Extracted data Start Marker

"""The adaptive optics of a scene: the corrected air before any star of the field.

The guide star stands at an offset from the field centre; a star elsewhere shines through other
parts of the layers, farther apart the higher they lie, and has a PSF of its own. Rows of actuators
run east and north. Metres, radians.
"""

from __future__ import annotations

from dataclasses import dataclass, replace
from math import cos, exp, inf, log, pi, sin, sqrt

import numpy as np

from simimg.air.correction import CorrectedAir
from simimg.air.errorbudget import ErrorBudget, error_budget
from simimg.air.layers import isoplanatic_angle
from simimg.air.residual import Loop, Turbulence
from simimg.arrays import AnyArray, FloatArray
from simimg.assembly.atmosphere import scene_airmass, scene_layers, seeing_wings
from simimg.assembly.places import field_geometry
from simimg.imaging.basis import Transfer
from simimg.imaging.profile import strehl
from simimg.light.bands import photon_zero_point, standard_band
from simimg.scene.correction import Correction
from simimg.scene.model import Scene

ALIKE = 0.01
"""Share of the isoplanatic angle within which two stars have one PSF, to 5e-4 rad2."""


class Corrector:
    """The corrected air of a scene.

    Parameters
    ----------
    scene : Scene
        With air and a correction.
    fried : float
        Fried's parameter at the wavelength and the airmass (m).
    wavelength : float
        At which the phases are stated: the centre of the band (m).
    """

    def __init__(self, scene: Scene, *, fried: float, wavelength: float) -> None:
        air, correction = scene.air, scene.correction
        airmass = scene_airmass(air)
        if air is None or correction is None or airmass is None:
            raise ValueError("a correction needs air")
        self.wavelength = wavelength
        self._geometry = field_geometry(scene)
        self._turbulence = Turbulence(
            fried, inf if air.outer_scale is None else air.outer_scale, scene_layers(air)
        )
        diameter = scene.telescope.aperture
        laser = correction.guide == "laser"
        self._loop = Loop(
            diameter=diameter,
            pitch=diameter / correction.actuators,
            lag=correction.lag,
            noise=sensor_noise(
                correction, pitch=diameter / correction.actuators, fried=fried, at=wavelength
            ),
            aliasing=correction.aliasing,
            laser_height=airmass * correction.laser_height if laser else inf,
        )
        self._guide = _away(correction.guide_offset, correction.guide_position_angle)
        self._tilt = (
            _away(correction.tilt_star_offset, correction.tilt_star_position_angle)
            if laser
            else None
        )
        self._made: dict[tuple[float, float], CorrectedAir] = {}

    @property
    def varies(self) -> bool:
        """Whether the PSF hangs on the place in the field."""
        return any(one.height > 0.0 and one.share > 0.0 for one in self._turbulence.layers)

    @property
    def isoplanatic_angle(self) -> float:
        """Angle (rad) over which the air differs by 1 rad rms."""
        return isoplanatic_angle(self._turbulence.r0, self._turbulence.layers)

    @property
    def guide(self) -> tuple[float, float]:
        """The guide star's offset from the field centre, towards east and north (rad)."""
        return self._guide

    def towards(self, east: float, north: float) -> CorrectedAir:
        """The corrected air before a star at an offset from the field centre (rad)."""
        place = (east, north) if self.varies else (0.0, 0.0)
        if place not in self._made:
            offset, tilt_offset = _step(self._guide, place), self._off_tilt(place)
            loop = replace(self._loop, offset=offset, tilt_offset=tilt_offset)
            self._made[place] = CorrectedAir(self._turbulence, loop, self.wavelength)
        return self._made[place]

    def budget(self) -> ErrorBudget:
        """The error budget at the field centre."""
        return error_budget(self.towards(0.0, 0.0))

    def through(self, optics: Transfer, east: float, north: float, wavelength: float) -> Transfer:
        """Optics and corrected air for a star at an offset (rad), at one wavelength."""
        air = self.towards(east, north)
        geometry, limit = self._geometry, optics.band_limit
        c, s, p = cos(geometry.rotation), sin(geometry.rotation), geometry.parity

        def corrected(u: FloatArray, v: FloatArray) -> AnyArray:
            u, v = np.broadcast_arrays(u, v)
            value = np.zeros(u.shape)
            seen = np.hypot(u, v) < limit
            u, v = wavelength * u[seen], wavelength * v[seen]
            value[seen] = air.transfer(v * s - p * u * c, p * u * s + v * c, wavelength)
            return value

        fried = self._turbulence.r0 * (wavelength / self.wavelength) ** 1.2
        wings = seeing_wings(optics.wings, wavelength=wavelength, fried=fried, blur=1.0)
        # The halo begins where the mirror no longer follows.
        wings = replace(wings, core=wings.core + wavelength / self._loop.pitch)
        return replace(optics, planar=(*optics.planar, corrected), wings=wings)

    def _off_tilt(self, place: tuple[float, float]) -> tuple[float, float] | None:
        return None if self._tilt is None else _step(self._tilt, place)


@dataclass(frozen=True)
class CorrectionFigures:
    """What a correction leaves at the field centre, at the centre of the band.

    Attributes
    ----------
    budget_nm : dict of str to float
        Rms optical path that each cause leaves alone, and their sum in quadrature, `total`.
    strehl : float
        Peak of the PSF of a perfect telescope behind the corrected air, over that without air.
    strehl_from_variance : float
        exp(-variance) of all causes together, without piston: Marechal's formula.
    remainder_nm : float
        Rms optical path of all causes together, without piston.
    """

    budget_nm: dict[str, float]
    strehl: float
    strehl_from_variance: float
    remainder_nm: float


def correction_figures(corrector: Corrector | None, perfect: Transfer) -> CorrectionFigures | None:
    """Figures of a correction; None without one.

    Parameters
    ----------
    corrector : Corrector or None
    perfect : Transfer
        The perfect pupil alone, at the centre of the band.
    """
    if corrector is None:
        return None
    budget, wavelength = corrector.budget(), corrector.wavelength
    behind = corrector.through(perfect, 0.0, 0.0, wavelength)
    return CorrectionFigures(
        budget_nm=budget.path_nm(wavelength),
        strehl=strehl(behind, perfect),
        strehl_from_variance=exp(-budget.remainder),
        remainder_nm=wavelength * 1e9 / (2.0 * pi) * sqrt(budget.remainder),
    )


def scene_corrector(scene: Scene, *, fried: float | None, wavelength: float) -> Corrector | None:
    """The corrected air of a scene; None above the air, without a correction, for a measured PSF.

    Parameters
    ----------
    scene : Scene
    fried : float or None
        At the wavelength and airmass (m).
    wavelength : float
    """
    if scene.correction is None or scene.air is None or fried is None or scene.psf is not None:
        return None
    return Corrector(scene, fried=fried, wavelength=wavelength)


def sensor_noise(correction: Correction, *, pitch: float, fried: float, at: float) -> float:
    """Variance (rad2) of the phase difference across a subaperture by the guide star's photons.

    ``pi^2 / (2 ln 2) / n (spot / (lambda/d))^2`` for n photons in a spot of that FWHM (Rousset
    1999, in Adaptive Optics in Astronomy, ed. Roddier), the spot as wide as diffraction by the
    subaperture and the seeing make it. The sensor's own read noise and the sky are left out.

    Parameters
    ----------
    correction : Correction
    pitch : float
        Side of a subaperture (m).
    fried : float
        At the wavelength `at` (m).
    at : float
        Wavelength for whose phase the variance is wanted (m).
    """
    photons = sensor_photons(correction, pitch=pitch)
    if photons is None:
        return 0.0
    sensed = standard_band(correction.sensor_band).centre
    there = fried * (sensed / at) ** 1.2
    spot_squared = 1.0 + (pitch / there) ** 2
    return float(pi**2 / (2.0 * log(2.0)) / photons * spot_squared * (sensed / at) ** 2)


def sensor_photons(correction: Correction, *, pitch: float) -> float | None:
    """Photons of the guide star that a subaperture detects in a period; None without noise."""
    if not correction.noise or correction.guide_magnitude is None:
        return None
    rate = photon_zero_point(standard_band(correction.sensor_band), "Vega")
    rate *= 10.0 ** (-0.4 * correction.guide_magnitude) * correction.sensor_efficiency
    return float(rate * pitch**2 / correction.rate)


def _away(distance: float, position_angle: float) -> tuple[float, float]:
    return distance * sin(position_angle), distance * cos(position_angle)


def _step(start: tuple[float, float], stop: tuple[float, float]) -> tuple[float, float]:
    return stop[0] - start[0], stop[1] - start[1]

Extracted data End Marker

The first line of the records and every line down to the line with "from simimg.air.residual import" must be quoted exactly; leave out all else.

"""The adaptive optics of a scene: the corrected air before any star of the field.

The guide star stands at an offset from the field centre; a star elsewhere shines through other
parts of the layers, farther apart the higher they lie, and has a PSF of its own. Rows of actuators
run east and north. Metres, radians.
"""

from __future__ import annotations

from dataclasses import dataclass, replace
from math import cos, exp, inf, log, pi, sin, sqrt

import numpy as np

from simimg.air.correction import CorrectedAir
from simimg.air.errorbudget import ErrorBudget, error_budget
from simimg.air.layers import isoplanatic_angle
from simimg.air.residual import Loop, Turbulence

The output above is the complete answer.